21 January 2020

Indonesia 2019 | Airborek and Manta Ridge

January 14, 2020
After three more days of coughing and spitting, the conclusion is now that I have bronchitis. Up until now it's been a head cold: sneezing, wheezing and post-nasal drip. I've used up Margaret's arsenal of OTCs, and an now working on the cruise director's supply and what I can beg, borrow or steal from other travellers. I missed several drops over the last three days, but I did get out on the post-breakfast snorkel yesterday and again today. I made it through an hour yesterday before the coughing and my snot-filled mask did me in. Not a pretty picture, to be sure. But I took lots!

Pearl farm and jetty




We are anchored for the day. There are islands all around us here, with tiny jetties, villages, and homestays. I'm sitting on the big cushions on the forward deck, sheltered from the scorching sun by a large tarp. People are paddle boarding, kayaking or swimming in the ocean. I'm going swimming later.

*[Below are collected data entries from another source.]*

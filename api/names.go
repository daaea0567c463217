package api

import (
	"bytes"
	"encoding/json"
)

// repeatedName is the first member name that stands twice in one object of a
// JSON document; empty if there is none, or if the document does not hold
// together, which the decoder then says. RFC 8259 leaves open which of the two
// would count, and a caller means at most one.
func repeatedName(body []byte) string {
	decoder := json.NewDecoder(bytes.NewReader(body))
	var open []map[string]bool // nil is a list
	name := true               // in an object, whether a name comes next
	for {
		token, err := decoder.Token()
		if err != nil {
			return ""
		}
		top := len(open) - 1
		inObject := top >= 0 && open[top] != nil
		switch t := token.(type) {
		case json.Delim:
			switch t {
			case '{':
				open, name = append(open, map[string]bool{}), true
			case '[':
				open = append(open, nil)
			default:
				open, name = open[:top], true
			}
			continue
		case string:
			if inObject && name {
				if open[top][t] {
					return t
				}
				open[top][t], name = true, false
				continue
			}
		}
		name = true
	}
}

Margaret taking a yoga break



My group in Boat 2, without me!
Bill and Pat from Hawaii out on the water


This morning I started on anti-biotics and I feel the best I have in several days. I went out to see the mantas. That was our sole purpose on that particular drop. They are amazing creatures.  On our first drop they put us practically in the middle of a school of about 10 or 11 giant batman-like fish. There's a cleaning station there on the ridge of the reef, and they are lined up waiting a turn. The cleaner wrasses are busy at work, picking away, and someone said she saw (and probably photographed) small yellow fishes in the open mouth of a manta. Since mantas don't eat fish, he must have been having his quarterly teeth cleaning.

Mantas like to stay in the current, which this morning was quite strong. The strategy was to spot the mantas as they broke the surface of the water, then jump into the water up-current and float toward them. The mantas would swim toward us, and then quickly past us, against the current. You just hang out, and watch them swim effortlessly by, and try not to drown as your jaw drops to your chin and the current carries you forward. I didn't see any photographs, but you can't hang out with them much, or chase them or keep up to them. But watching the photographers, you could only describe it as a manta paparazzi!

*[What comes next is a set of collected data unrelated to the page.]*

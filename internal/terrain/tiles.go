package terrain

import (
	"context"
	"errors"
	"fmt"
	"io/fs"
	"math"
	"path"
	"strings"
	"sync"
	"time"

	"ridgehop/internal/raster"
	"ridgehop/internal/terrain/catalogue"
	"ridgehop/profile"
)

// tiles are the rasters of a source that has one for each degree of the earth.
// None is opened before a path needs it, and which of them exist is only known
// then.
type tiles struct {
	source  *source
	terrain *Terrain

	mu    sync.Mutex
	cells map[catalogue.Cell]*tileState
	laid  map[string][]*mosaic // by the tiles that a path needs
}

// tileState is what is known of one cell's raster. Its lock is held while the
// raster is looked at, so that it is opened once however many ask.
type tileState struct {
	mu      sync.Mutex
	entry   *entry
	absent  bool
	problem error
	askedAt time.Time // when problem was met
}

// askAgainAfter is how long a raster that did not answer is left alone.
const askAgainAfter = 20 * time.Second

// mostLaid bounds the combinations of tiles that are kept ready.
const mostLaid = 4096

func newTiles(s *source, t *Terrain) *tiles {
	return &tiles{source: s, terrain: t, cells: map[catalogue.Cell]*tileState{}, laid: map[string][]*mosaic{}}
}

// under are the mosaics of the tiles that lie under a path. only limits them to
// rasters of these names; nil is all. A tile that does not answer is noted.
func (t *tiles) under(ctx context.Context, geographic track, only map[string]bool, away *[]profile.Unreachable) ([]*mosaic, error) {
	var entries []*entry
	var key strings.Builder
	for _, c := range cellsUnder(geographic) {
		if !t.source.Tiles.Covers(c) {
			continue
		}
		if err := ctx.Err(); err != nil {
			return nil, err
		}
		e, err := t.entry(c)
		if err != nil {
			noteAway(away, t.name(c), err)
			continue
		}
		if e == nil || only != nil && !only[e.Name] {
			continue
		}
		entries = append(entries, e)
		fmt.Fprintf(&key, "%p ", e)
	}
	if len(entries) == 0 {
		return nil, nil
	}
	return t.lay(key.String(), entries), nil
}

func (t *tiles) lay(key string, entries []*entry) []*mosaic {
	t.mu.Lock()
	defer t.mu.Unlock()
	if found, ok := t.laid[key]; ok {
		return found
	}
	if len(t.laid) >= mostLaid {
		clear(t.laid)
	}
	made := t.terrain.lay(entries)
	t.laid[key] = made
	return made
}

// name is that of a cell's raster, whether it exists or not.
func (t *tiles) name(c catalogue.Cell) string {
	return t.source.Name + "/" + path.Base(t.source.Tiles.Path(c))
}

// entry is the raster of a cell; nil where there is none.
func (t *tiles) entry(c catalogue.Cell) (*entry, error) {
	t.mu.Lock()
	state := t.cells[c]
	if state == nil {
		state = &tileState{}
		t.cells[c] = state
	}
	t.mu.Unlock()
	state.mu.Lock()
	defer state.mu.Unlock()
	if state.entry != nil && state.entry.due() {
		state.entry.recheck(t.terrain.gdal)
	}
	switch {
	case state.entry != nil && !state.entry.gone.Load():
		return state.entry, nil
	case state.absent:
		return nil, nil
	case state.problem != nil && time.Since(state.askedAt) < askAgainAfter:
		return nil, state.problem
	}
	state.entry, state.problem = nil, nil
	e, err := t.look(c)
	switch {
	case errors.Is(err, raster.ErrAbsent), errors.Is(err, fs.ErrNotExist):
		state.absent = true
		return nil, nil
	case err != nil:
		state.problem, state.askedAt = err, time.Now()
		return nil, err
	}
	state.entry = e
	return e, nil
}

// look opens a cell's raster for the first time.
func (t *tiles) look(c catalogue.Cell) (*entry, error) {
	e := t.terrain.newEntry(t.source, t.source.Tiles.Path(c), t.name(c))
	if !e.remote {
		if err := exists(e.path); err != nil {
			return nil, err
		}
	}
	if err := t.terrain.inspect(e); err != nil {
		return nil, err
	}
	if !cellBound(c).Intersects(e.Bound) {
		return nil, fmt.Errorf("it lies at longitudes %g to %g and latitudes %g to %g, not where its name says",
			e.Bound.Min[0], e.Bound.Max[0], e.Bound.Min[1], e.Bound.Max[1])
	}
	return e, nil
}

// known are the rasters that have been looked at, and what was wrong with those
// that could not be.
func (t *tiles) known() (entries []*entry) {
	t.mu.Lock()
	defer t.mu.Unlock()
	for _, state := range t.cells {
		if state.mu.TryLock() { // one that is being looked at is not known yet
			if state.entry != nil {
				entries = append(entries, state.entry)
			}
			state.mu.Unlock()
		}
	}
	return entries
}

// seamDeg is how near a path may come to a neighbouring cell without needing
// its raster: a few pixels of the models that are published by degrees.
const seamDeg = 0.003

// cellsUnder are the degrees of the earth that a path comes over or near to,
// in the order in which it does.
func cellsUnder(geographic track) []catalogue.Cell {
	var out []catalogue.Cell
	seen := map[catalogue.Cell]bool{}
	for i := range geographic {
		p := &geographic[i]
		parts := max(1, math.Ceil((p.to-p.from)/1000))
		x0, y0 := p.at(p.from)
		for k := range int(parts) {
			x1, y1 := p.at(p.from + (p.to-p.from)*float64(k+1)/parts)
			for x := math.Floor(min(x0, x1) - seamDeg); x <= math.Floor(max(x0, x1)+seamDeg); x++ {
				for y := math.Floor(min(y0, y1) - seamDeg); y <= math.Floor(max(y0, y1)+seamDeg); y++ {
					lon := x - 360*math.Floor((x+180)/360)
					c := catalogue.Cell{Lon: int(lon), Lat: int(y)}
					if !seen[c] && y >= -90 && y < 90 {
						seen[c] = true
						out = append(out, c)
					}
				}
			}
			x0, y0 = x1, y1
		}
	}
	return out
}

But then the boat is there to pick you up, and take you back where your started, jump in again, float, get back in the the boat, and do it all again. It can be hard work getting in and out of the boat in a current. You have to get your flippers off and onto the boat without drowning, wait your turn at the ladder, climb up, get in, put your flippers back on, then mask and snorkel, and be ready to go again, all in record time. I gave out after five or six repeats of that routine!

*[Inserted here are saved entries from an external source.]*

package api

import (
	"context"
	"fmt"
	"io"
	"log/slog"
	"net/http"
	"net/http/httptest"
	"strings"
	"sync"
	"testing"

	"github.com/google/go-cmp/cmp"

	"ridgehop/internal/screening/sites"
)

const rows = "id,name,lon,lat,antenna_height_m,azimuth_deg,width_deg,colour\n" +
	"a,\"Mill, east\",1,2,30,0,90,red\nb,=1+1,1,95,30,,,\na,,1,2,30,90,90,\nc,=1+1,1,2,30,,,\n"

func TestSitesAreImported(t *testing.T) {
	contract, err := NewContract()
	if err != nil {
		t.Fatal(err)
	}
	h := service(t, nil)
	got := ask(h, http.MethodPost, "/v1/sites/import.csv", rows, "Content-Type", "text/csv; charset=utf-8")
	conforms(t, contract, "SiteImport", got.Body.Bytes())
	want := SiteImport{
		Created:  2,
		Problems: []RowNote{{Line: 3, Id: new("b"), Field: new("lat"), Detail: "is 95; it must be -90 to 90 degrees north; longitude and latitude may be swapped"}},
		Warnings: []RowNote{{Line: 1, Detail: "names columns that are not read: colour"}},
	}
	if diff := cmp.Diff(decoded[SiteImport](t, got.Body.Bytes()), want); diff != "" || got.Code != http.StatusOK {
		t.Errorf("got %d: %s", got.Code, diff)
	}
	const one = `{"type":"FeatureCollection","features":[{"type":"Feature","geometry":{"type":"Point","coordinates":[1,2]},"properties":{"id":"c","name":"=1+1","height":%d}}]}`
	for _, c := range []struct {
		query  string
		height int
		want   SiteImport
	}{
		{"", 31, SiteImport{Problems: []RowNote{{Line: 1, Id: new("c"), Field: new("id"), Detail: "is taken by a site that is there already; with existing=replace this one takes its place"}}, Warnings: []RowNote{}}},
		{"?existing=replace", 30, SiteImport{Unchanged: 1, Problems: []RowNote{}, Warnings: []RowNote{}}},
		{"?existing=replace", 31, SiteImport{Replaced: 1, Problems: []RowNote{}, Warnings: []RowNote{}}},
	} {
		got := ask(h, http.MethodPost, "/v1/sites/import.geojson"+c.query, fmt.Sprintf(one, c.height), "Content-Type", "application/geo+json")
		conforms(t, contract, "SiteImport", got.Body.Bytes())
		if diff := cmp.Diff(decoded[SiteImport](t, got.Body.Bytes()), c.want); diff != "" {
			t.Errorf("%s: %s", c.query, diff)
		}
	}
}

// What was exported is imported into another service as it was.
func TestSitesAreExported(t *testing.T) {
	from := service(t, nil)
	ask(from, http.MethodPost, "/v1/sites/import.csv", rows, "Content-Type", "text/csv")
	ask(from, http.MethodPost, "/v1/sites", mill)
	withoutTimes := func(h http.Handler) []Site {
		list := decoded[SiteList](t, ask(h, http.MethodGet, "/v1/sites", "").Body.Bytes()).Sites
		for i := range list {
			list[i].CreatedAt, list[i].ChangedAt = list[0].CreatedAt, list[0].CreatedAt
		}
		return list
	}
	for ending, kind := range map[string]string{"csv": "text/csv", "geojson": "application/geo+json"} {
		out := ask(from, http.MethodGet, "/v1/sites/export."+ending, "")
		if given := out.Header().Get("Content-Type"); out.Code != http.StatusOK || !strings.HasPrefix(given, kind) {
			t.Errorf("%s: got %d %q", ending, out.Code, given)
		}
		if got := out.Header().Get("Content-Disposition"); got != `attachment; filename="sites.`+ending+`"` {
			t.Errorf("%s: got disposition %q", ending, got)
		}
		if ending == "csv" && (strings.Contains(out.Body.String(), ",=1+1") || !strings.Contains(out.Body.String(), ",'=1+1,")) {
			t.Errorf("a formula is written as one: %s", out.Body)
		}
		to := service(t, nil)
		in := ask(to, http.MethodPost, "/v1/sites/import."+ending, out.Body.String(), "Content-Type", kind)
		if report := decoded[SiteImport](t, in.Body.Bytes()); report.Created != 3 || len(report.Problems)+len(report.Warnings) != 0 {
			t.Errorf("%s: got %s", ending, in.Body)
		}
		got, want := withoutTimes(to), withoutTimes(from)
		for i := range got {
			got[i].CreatedAt, got[i].ChangedAt = want[0].CreatedAt, want[0].CreatedAt
		}
		if diff := cmp.Diff(got, want); diff != "" {
			t.Errorf("%s: %s", ending, diff)
		}
	}
	empty := ask(service(t, nil), http.MethodGet, "/v1/sites/export.geojson", "")
	contract, err := NewContract()
	if err != nil {
		t.Fatal(err)
	}
	conforms(t, contract, "SiteCollection", empty.Body.Bytes())
}

func TestListsThatAreRefused(t *testing.T) {
	h := service(t, nil)
	const header = "id,lon,lat,height\n"
	for name, c := range map[string]struct {
		path, kind, body string
		status           int
		problem, detail  string
	}{
		"JSON as CSV":       {"import.csv", "application/json", "{}", 415, "unsupported-media-type", "send the body as text/csv"},
		"CSV as GeoJSON":    {"import.geojson", "text/csv", header, 415, "unsupported-media-type", "send the body as application/geo+json"},
		"no type":           {"import.csv", "", header, 415, "unsupported-media-type", "text/csv"},
		"empty":             {"import.csv", "text/csv", "", 422, "unreadable-list", "the list is empty"},
		"no columns":        {"import.csv", "text/csv", "a,b\n1,2\n", 422, "unreadable-list", "lacks the columns id"},
		"UTF-16":            {"import.csv", "text/csv", "\xff\xfei\x00", 422, "unreadable-list", "UTF-16"},
		"cut off":           {"import.geojson", "application/geo+json", `{"type":"FeatureCollection","features":[`, 422, "unreadable-list", "cut off"},
		"not JSON":          {"import.geojson", "application/geo+json", `id,lon`, 422, "unreadable-list", "belongs"},
		"empty GeoJSON":     {"import.geojson", "application/geo+json", ``, 422, "unreadable-list", "cut off"},
		"unknown existing":  {"import.csv?existing=keep", "text/csv", header, 400, "bad-request", "refuse or replace"},
		"too many rows":     {"import.csv", "text/csv", header + strings.Repeat("a,1,1,1\n", sites.MaxImportRows+1), 422, "unreadable-list", "more than 200000 rows"},
		"too large":         {"import.csv", "text/csv", strings.Repeat(" ", maxListBytes+1), 413, "too-large", "16777216 bytes"},
		"too large GeoJSON": {"import.geojson", "application/geo+json", strings.Repeat(" ", maxListBytes+1), 413, "too-large", "16777216 bytes"},
	} {
		t.Run(name, func(t *testing.T) {
			got := ask(h, http.MethodPost, "/v1/sites/"+c.path, c.body, "Content-Type", c.kind)
			p := problemIn(t, got)
			if got.Code != c.status || p.Type != "/docs#problem-"+c.problem || !strings.Contains(p.Detail, c.detail) {
				t.Errorf("got %d %s, want %d %s %q", got.Code, got.Body, c.status, c.problem, c.detail)
			}
		})
	}
	packed := ask(h, http.MethodPost, "/v1/sites/import.csv", header, "Content-Type", "text/csv", "Content-Encoding", "gzip")
	if packed.Code != 415 {
		t.Errorf("packed: got %d, want 415", packed.Code)
	}
	for name, body := range map[string]struct {
		io.Reader
		status int
	}{"endless": {slowBody{}, 413}, "broken off": {io.MultiReader(strings.NewReader(header), brokenBody{}), 400}} {
		r := httptest.NewRequest(http.MethodPost, "/v1/sites/import.csv", body.Reader)
		r.ContentLength = -1
		r.Header.Set("Content-Type", "text/csv")
		w := httptest.NewRecorder()
		h.ServeHTTP(w, r)
		if problemIn(t, w); w.Code != body.status {
			t.Errorf("%s: got %d %s, want %d", name, w.Code, w.Body, body.status)
		}
	}
}

// brokenBody is a caller who hangs up.
type brokenBody struct{}

func (brokenBody) Read([]byte) (int, error) { return 0, io.ErrUnexpectedEOF }

// A list may be larger than any other body.
func TestAListLargerThanOtherBodies(t *testing.T) {
	h := service(t, nil)
	body := "id,lon,lat,height\n" + "a,1,1,1\n" + strings.Repeat(" \n", maxBodyBytes/2+1)
	if got := ask(h, http.MethodPost, "/v1/sites/import.csv", body, "Content-Type", "text/csv"); got.Code != http.StatusOK || decoded[SiteImport](t, got.Body.Bytes()).Created != 1 {
		t.Errorf("got %d %s", got.Code, got.Body)
	}
	if got := ask(h, http.MethodPost, "/v1/sites", body); got.Code != http.StatusRequestEntityTooLarge {
		t.Errorf("as a site: got %d, want 413", got.Code)
	}
}

// While as many lists as there may be are read, the next one's body waits.
func TestListsWaitForTheirTurn(t *testing.T) {
	h := service(t, nil)
	ctx, cancel := context.WithCancel(t.Context())
	var wg sync.WaitGroup
	var ends []*io.PipeWriter
	post := func(ctx context.Context, body io.Reader) *httptest.ResponseRecorder {
		r := httptest.NewRequestWithContext(ctx, http.MethodPost, "/v1/sites/import.csv", body)
		r.Header.Set("Content-Type", "text/csv")
		w := httptest.NewRecorder()
		h.ServeHTTP(w, r)
		return w
	}
	for i := range importsAtOnce {
		body, end := io.Pipe()
		ends = append(ends, end)
		wg.Go(func() {
			if got := post(t.Context(), body); got.Code != http.StatusOK {
				t.Errorf("list %d: got %d %s", i, got.Code, got.Body)
			}
		})
		_, _ = io.WriteString(end, "id,lon,lat,height\n") // returns once it is being read
	}
	cancel()
	if got := post(ctx, slowBody{}); got.Code != 503 || problemIn(t, got).Type != "/docs#problem-timed-out" {
		t.Errorf("one more: got %d %s, want it given up", got.Code, got.Body)
	}
	for _, end := range ends {
		_ = end.Close()
	}
	wg.Wait()
	if got := post(t.Context(), strings.NewReader("id,lon,lat,height\n")); got.Code != http.StatusOK {
		t.Errorf("afterwards: got %d %s", got.Code, got.Body)
	}
}

func TestManyProblemsAreCounted(t *testing.T) {
	contract, err := NewContract()
	if err != nil {
		t.Fatal(err)
	}
	var list strings.Builder
	list.WriteString("id,lon,lat,height\n")
	for i := range maxRowNotes + 7 {
		fmt.Fprintf(&list, "s%d,1,1,x\n", i)
	}
	list.WriteString("good,1,1,1\n")
	got := ask(service(t, nil), http.MethodPost, "/v1/sites/import.csv", list.String(), "Content-Type", "text/csv")
	conforms(t, contract, "SiteImport", got.Body.Bytes())
	report := decoded[SiteImport](t, got.Body.Bytes())
	if report.Created != 1 || len(report.Problems) != maxRowNotes || orZero(report.MoreProblems) != 7 || report.MoreWarnings != nil {
		t.Errorf("got %d created, %d problems and %d more", report.Created, len(report.Problems), orZero(report.MoreProblems))
	}
}

// A list that breaks off on the way must not look like a whole one.
func TestABrokenExportDoesNotLookWhole(t *testing.T) {
	shelf := &siteShelf{kept: map[string][]byte{}}
	var log strings.Builder
	h := service(t, func(d *Dependencies) {
		d.Sites, d.Log = sites.NewRegister(shelf), slog.New(slog.NewTextHandler(&log, nil))
	})
	var list strings.Builder
	list.WriteString("id,lon,lat,height\n")
	for i := range 1200 {
		fmt.Fprintf(&list, "s%04d,1,1,1\n", i)
	}
	ask(h, http.MethodPost, "/v1/sites/import.csv", list.String(), "Content-Type", "text/csv")
	shelf.broken = "s0499" // the last of the first five hundred
	server := httptest.NewServer(h)
	defer server.Close()
	for _, ending := range []string{"csv", "geojson"} {
		response, err := http.Get(server.URL + "/v1/sites/export." + ending)
		if err != nil {
			t.Fatal(err)
		}
		body, err := io.ReadAll(response.Body)
		_ = response.Body.Close()
		if err == nil || len(body) == 0 || strings.Contains(string(body), "secret") {
			t.Errorf("%s: got %d bytes and %v, want some and an error", ending, len(body), err)
		}
	}
	server.Close()
	if !strings.Contains(log.String(), "export broken off") {
		t.Errorf("the log does not say so: %s", &log)
	}
}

The guides are fantastic. "Look down, look down" Sadat, my guide for the day,  would yell as another one went by. There were so many, I just needed to stay close to him, and do as I was told. At one point, we were surrounded by mantas on all sides, and the current was so strong he had to hold me in place. And then, as I held him round the waist, he swam with me out of the current. They are all so wonderful, all of the people here, and so helpful!

This afternoon the group went out to snorkel around the jetty. I'm off for a swim in the cool water off the side of the Seven Seas. It will be nice to get in with just a swim suit, instead of all that gear.